// Validators and caching for public GETs: ETag, Last-Modified, Cache-Control, and 304 for a
// matching If-None-Match.
//
// Resource routes (API, feeds, GPX) hash their body: `cachedResponse`.
// Pages: the loader fingerprints its data (`pageCacheHeaders`) and the route's middleware
// (`conditionalGet`) answers 304 when the fingerprint still matches — or, for the public pages
// read most, a cheap validator runs before any loader (`validatedPage`, below). Built documents carry a
// per-response CSP nonce, so the page's ETag also carries that nonce and a 304 repeats the CSP
// with the nonce of the copy the browser holds (a 304 updates the cached response's headers).
import { createHash, randomBytes } from "node:crypto";
import { readFileSync } from "node:fs";
import { fileURLToPath } from "node:url";
import { isbot } from "isbot";
import { LRUCache } from "lru-cache";
import { createContext, type MiddlewareFunction, type RouterContextProvider } from "react-router";
import { REQUEST_KIND_HEADER } from "~/context";
import { getOptionalUser } from "./auth.server";
import { getSession } from "./session.server";

export function weakTag(text: string): string {
  return createHash("sha1").update(text).digest("base64url").slice(0, 22);
}

/** Pages differ for signed-in readers (their name, their links) under the same URL. */
const PAGE_VARY = "Cookie, Accept-Encoding";

function hasSession(request: Request): boolean {
  return request.headers.get("Cookie")?.includes("tw_session=") ?? false;
}

/** `W/"fingerprint.nonce"` → `fingerprint.nonce`. */
function tagValue(tag: string): string {
  return tag.replace(/^W\//, "").replace(/"/g, "");
}

function cacheControl(request: Request, maxAgeS: number): string {
  // Signed-in readers see their name in the header: keep their pages out of shared caches.
  if (hasSession(request)) return "private, no-cache";
  // Safety information: pages revalidate every time (cheap with the ETag); resources may be
  // reused for a few seconds.
  return maxAgeS > 0 ? `public, max-age=${maxAgeS}, stale-while-revalidate=${maxAgeS * 5}` : "public, no-cache";
}

function matches(ifNoneMatch: string | null, fingerprint: string): string | null {
  if (!ifNoneMatch) return null;
  for (const raw of ifNoneMatch.split(",")) {
    const tag = raw.trim();
    if (tag === "*") return tag;
    const inner = tagValue(tag);
    if (inner === fingerprint || inner.split(".")[0] === fingerprint) return tag;
  }
  return null;
}

/** A resource response with a body-hash ETag; 304 when the client already has it. */
export function cachedResponse(
  request: Request,
  body: string,
  opts: { contentType: string; lastModified?: Date | null; maxAgeS?: number; extraHeaders?: Record<string, string> },
): Response {
  const fingerprint = weakTag(body);
  const headers = new Headers({
    ETag: `W/"${fingerprint}"`,
    "Cache-Control": cacheControl(request, opts.maxAgeS ?? 60),
    Vary: "Accept-Encoding",
    ...opts.extraHeaders,
  });
  if (opts.lastModified) headers.set("Last-Modified", new Date(Math.floor(opts.lastModified.getTime() / 1000) * 1000).toUTCString());
  if (matches(request.headers.get("If-None-Match"), fingerprint)) return new Response(null, { status: 304, headers });
  const ims = request.headers.get("If-Modified-Since");
  if (!request.headers.has("If-None-Match") && ims && opts.lastModified && Math.floor(opts.lastModified.getTime() / 1000) * 1000 <= Date.parse(ims)) {
    return new Response(null, { status: 304, headers });
  }
  headers.set("Content-Type", opts.contentType);
  return new Response(request.method === "HEAD" ? null : body, { status: 200, headers });
}

/** Headers a page loader returns with its data: a fingerprint ETag, Last-Modified, Cache-Control. */
export function pageCacheHeaders(request: Request, fingerprintOf: unknown, opts: { lastModified?: Date | null; maxAgeS?: number; userId?: number | null } = {}) {
  const headers: Record<string, string> = {
    ETag: `W/"${weakTag(JSON.stringify(fingerprintOf) + "|" + (opts.userId ?? ""))}"`,
    "Cache-Control": cacheControl(request, opts.maxAgeS ?? 0),
    Vary: PAGE_VARY,
  };
  if (opts.lastModified) headers["Last-Modified"] = new Date(opts.lastModified).toUTCString();
  return headers;
}

/** For a route's `headers` export: pass the loader's validators through. */
export function forwardCacheHeaders({ loaderHeaders }: { loaderHeaders: Headers }) {
  const out = new Headers();
  for (const name of ["ETag", "Last-Modified", "Cache-Control", "Vary"]) {
    const v = loaderHeaders.get(name);
    if (v) out.set(name, v);
  }
  return out;
}

/** Route middleware: 304 for a page whose fingerprint matches If-None-Match. */
export const conditionalGet: MiddlewareFunction<Response> = async ({ request }, next) => {
  const res = await next();
  if ((request.method !== "GET" && request.method !== "HEAD") || res.status !== 200) return res;
  const etag = res.headers.get("ETag");
  if (!etag) return res;
  if (res.headers.has("Set-Cookie")) {
    // A one-time message (toast) rides on this response: never let it be revalidated.
    res.headers.delete("ETag");
    res.headers.set("Cache-Control", "private, no-store");
    return res;
  }
  const fingerprint = tagValue(etag);
  const csp = res.headers.get("Content-Security-Policy");
  const nonce = csp?.match(/'nonce-([^']+)'/)?.[1];
  res.headers.set("ETag", nonce ? `W/"${fingerprint}.${nonce}"` : `W/"${fingerprint}"`);
  const matched = matches(request.headers.get("If-None-Match"), fingerprint);
  if (!matched) return res;
  await res.body?.cancel().catch(() => {});
  const headers = new Headers();
  headers.set("ETag", matched);
  for (const name of ["Cache-Control", "Last-Modified", "Vary"]) {
    const v = res.headers.get(name);
    if (v) headers.set(name, v);
  }
  const oldNonce = tagValue(matched).split(".")[1];
  if (csp && nonce) headers.set("Content-Security-Policy", oldNonce ? csp.replace(`'nonce-${nonce}'`, `'nonce-${oldNonce}'`) : csp);
  return new Response(null, { status: 304, headers });
};

// ---------------------------------------------------------------------------------------------
// Validated pages: a cheap validator before the loader's queries, and caches keyed by it.
//
// `validatedPage(compute)` is a route middleware. `compute` returns what the page depends on
// from one cheap query (e.g. publicRevision(): tokens the database replaces on every write, and
// the last lapse by the clock). Its fingerprint — with the build, the URL and the signed-in
// user — is the page's ETag, so a client or proxy holding the current copy gets a 304 without
// any of the page's real work. The loader reuses a payload built for the same fingerprint
// (`memoPayload`) and entry.server reuses the rendered HTML of an anonymous page for it
// (`documentCache`), giving each copy a fresh CSP nonce. Correctness rests on `compute`
// covering everything the page shows; the fingerprint is checked on every request, so no copy
// outlives a change.

/** Changes with every build: a copy rendered by other code is never reused. */
const BUILD_ID = (() => {
  try {
    return weakTag(readFileSync(fileURLToPath(import.meta.url)).toString("latin1"));
  } catch {
    return "unknown-build";
  }
})();

const DEV = process.env.NODE_ENV === "development";

export const pageFingerprintContext = createContext<string | null>(null);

__WHAT TO DO__:
Beginning with the first line of the entries, repeat each line exactly until you have reproduced the one containing "of shared caches.", and add nothing further.

__WRITTEN SOLUTION__:
// Validators and caching for public GETs: ETag, Last-Modified, Cache-Control, and 304 for a
// matching If-None-Match.
//
// Resource routes (API, feeds, GPX) hash their body: `cachedResponse`.
// Pages: the loader fingerprints its data (`pageCacheHeaders`) and the route's middleware
// (`conditionalGet`) answers 304 when the fingerprint still matches — or, for the public pages
// read most, a cheap validator runs before any loader (`validatedPage`, below). Built documents carry a
// per-response CSP nonce, so the page's ETag also carries that nonce and a 304 repeats the CSP
// with the nonce of the copy the browser holds (a 304 updates the cached response's headers).
import { createHash, randomBytes } from "node:crypto";
import { readFileSync } from "node:fs";
import { fileURLToPath } from "node:url";
import { isbot } from "isbot";
import { LRUCache } from "lru-cache";
import { createContext, type MiddlewareFunction, type RouterContextProvider } from "react-router";
import { REQUEST_KIND_HEADER } from "~/context";
import { getOptionalUser } from "./auth.server";
import { getSession } from "./session.server";

export function weakTag(text: string): string {
  return createHash("sha1").update(text).digest("base64url").slice(0, 22);
}

/** Pages differ for signed-in readers (their name, their links) under the same URL. */
const PAGE_VARY = "Cookie, Accept-Encoding";

function hasSession(request: Request): boolean {
  return request.headers.get("Cookie")?.includes("tw_session=") ?? false;
}

/** `W/"fingerprint.nonce"` → `fingerprint.nonce`. */
function tagValue(tag: string): string {
  return tag.replace(/^W\//, "").replace(/"/g, "");
}

function cacheControl(request: Request, maxAgeS: number): string {
  // Signed-in readers see their name in the header: keep their pages out of shared caches.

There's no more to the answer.